I might design a box that has a 5000 volt power supply inside. I was thinking that I could have a warning LED (or two independent ones, for redundancy) that indicate that HV is present. It could be inside, shining through an overlay on the top cover, so it's visible with the cover on or off.
So, how do I drive an LED pretty bright, from 5KV down to the officially safe level of 48 volts?
Clearly a resistor won't work very well, with a 100:1 voltage range. Even 1 mA at 5 KV is 5 watts dissipation.
One could charge a cap through a biggish resistor and, when it hits maybe 30 volts, discharge it into the LED and get a flash. Rate would be about proportional to voltage. But it's still just as efficient as a simple resistor:
2.5 volts of LED drop from a 5KV supply is 0.05% efficient no matter how you time slice it.So I need a more efficient 5KV-to-LED circuit (or 48V-to-LED), some sort of switcher.
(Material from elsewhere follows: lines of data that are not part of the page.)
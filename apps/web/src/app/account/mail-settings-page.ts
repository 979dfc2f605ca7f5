import { ChangeDetectionStrategy, Component, computed, inject, signal } from '@angular/core';
import { MatButton } from '@angular/material/button';
import { MatIcon } from '@angular/material/icon';
import { MatProgressBar } from '@angular/material/progress-bar';
import { MatSlideToggle } from '@angular/material/slide-toggle';
import { MatSnackBar } from '@angular/material/snack-bar';
import { MAIL_KINDS, MAIL_KIND_LABELS, type MailKind } from '@keelson/contracts';
import { Session } from '../auth/session';
import { apiErrorMessage } from '../shared/api-error-message';
import { MailPreferencesApi } from './mail-preferences-api';

/** When each kind of e-mail goes out, shown under its switch. */
export const MAIL_KIND_HINTS: Record<MailKind, string> = {
  plan_submitted: 'When a risk manager submits a plan touching a plant you manage.',
  plan_decided: 'When a plant manager approves or rejects it, with their comment.',
  task_assigned: 'When a task of an approved plan is given to you by someone else.',
  digest: 'Once a week, when tasks you own are overdue (risk managers: every overdue task).',
  rescoring: 'When a quarterly re-scoring ends: risk managers get what changed, owners their '
    + 'entries whose rating changed.',
};

/**
 * "E-mail settings": one switch per kind of notification e-mail. Every kind is on until the
 * person switches it off; saving stores the kinds that are off. Sign-in and invitation e-mails
 * are not optional and are not listed.
 */
@Component({
  selector: 'kl-mail-settings-page',
  changeDetection: ChangeDetectionStrategy.OnPush,
  imports: [MatButton, MatIcon, MatProgressBar, MatSlideToggle],
  templateUrl: './mail-settings-page.html',
  styleUrl: './mail-settings-page.scss',
})
export class MailSettingsPage {
  private readonly preferencesApi = inject(MailPreferencesApi);
  private readonly snackBar = inject(MatSnackBar);
  private readonly session = inject(Session);

  protected readonly kinds = MAIL_KINDS;
  protected readonly labels = MAIL_KIND_LABELS;
  protected readonly hints = MAIL_KIND_HINTS;
  protected readonly email = computed(() => this.session.user()?.email ?? null);
  protected readonly isLoading = signal(true);
  protected readonly isSaving = signal(false);
  protected readonly loadError = signal<string | null>(null);
  protected readonly saveError = signal<string | null>(null);
  /** The kinds switched off as the server last stored them; null until loaded. */
  private readonly stored = signal<readonly MailKind[] | null>(null);
  /** The kinds switched off on screen. */
  protected readonly unsubscribed = signal<ReadonlySet<MailKind>>(new Set());
  protected readonly hasChanges = computed(() => {
    const stored = this.stored();
    const shown = this.unsubscribed();
    return stored !== null &&
      (stored.length !== shown.size || stored.some((kind) => !shown.has(kind)));
  });

  constructor() {
    this.load();
  }

  protected isOn(kind: MailKind): boolean {
    return !this.unsubscribed().has(kind);
  }

  protected toggle(kind: MailKind, isOn: boolean): void {
    const next = new Set(this.unsubscribed());
    if (isOn) {
      next.delete(kind);
    } else {
      next.add(kind);
    }
    this.unsubscribed.set(next);
  }

  protected load(): void {
    this.isLoading.set(true);
    this.loadError.set(null);
    this.preferencesApi.get().subscribe({
      next: (preferences) => {
        this.isLoading.set(false);
        this.stored.set(preferences.unsubscribed);
        this.unsubscribed.set(new Set(preferences.unsubscribed));
      },
      error: (error: unknown) => {
        this.isLoading.set(false);
        this.loadError.set(apiErrorMessage(error));
      },
    });
  }

  protected save(): void {
    if (this.isSaving()) return;
    this.isSaving.set(true);
    this.saveError.set(null);
    const unsubscribed = MAIL_KINDS.filter((kind) => this.unsubscribed().has(kind));
    this.preferencesApi.save({ unsubscribed }).subscribe({
      next: (saved) => {
        this.isSaving.set(false);
        this.stored.set(saved.unsubscribed);
        this.unsubscribed.set(new Set(saved.unsubscribed));
        this.snackBar.open('E-mail settings saved.', 'Close', { duration: 5000 });
      },
      error: (error: unknown) => {
        this.isSaving.set(false);
        const message = apiErrorMessage(error);
        this.saveError.set(message);
        this.snackBar.open(`Not saved: ${message}`, 'Close', { duration: 8000 });
      },
    });
  }

  protected undo(): void {
    this.unsubscribed.set(new Set(this.stored() ?? []));
  }
}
It needs to be low power dissipation, small, and preferably made from standard surface-mount parts. Maybe charge that cap to 30-ish volts through a resistor, but dump it into the LED with some efficiency, to make a bright flash, Still messy.
I've used depletion fets into LEDs as cap-charge indicators. They are cool, constant-current, constant rate discharge into the LED all the way down to about
5 volts, where the LED winks out. But a depletion fet string good for 5KV would get ugly, and efficiency is still 0.05%.I could use a neon relaxation oscillator, but I don't trust neons, and they wouldn't work at 48 volts.
Maybe something with a lithium battery or supercap in it. Ditto messy.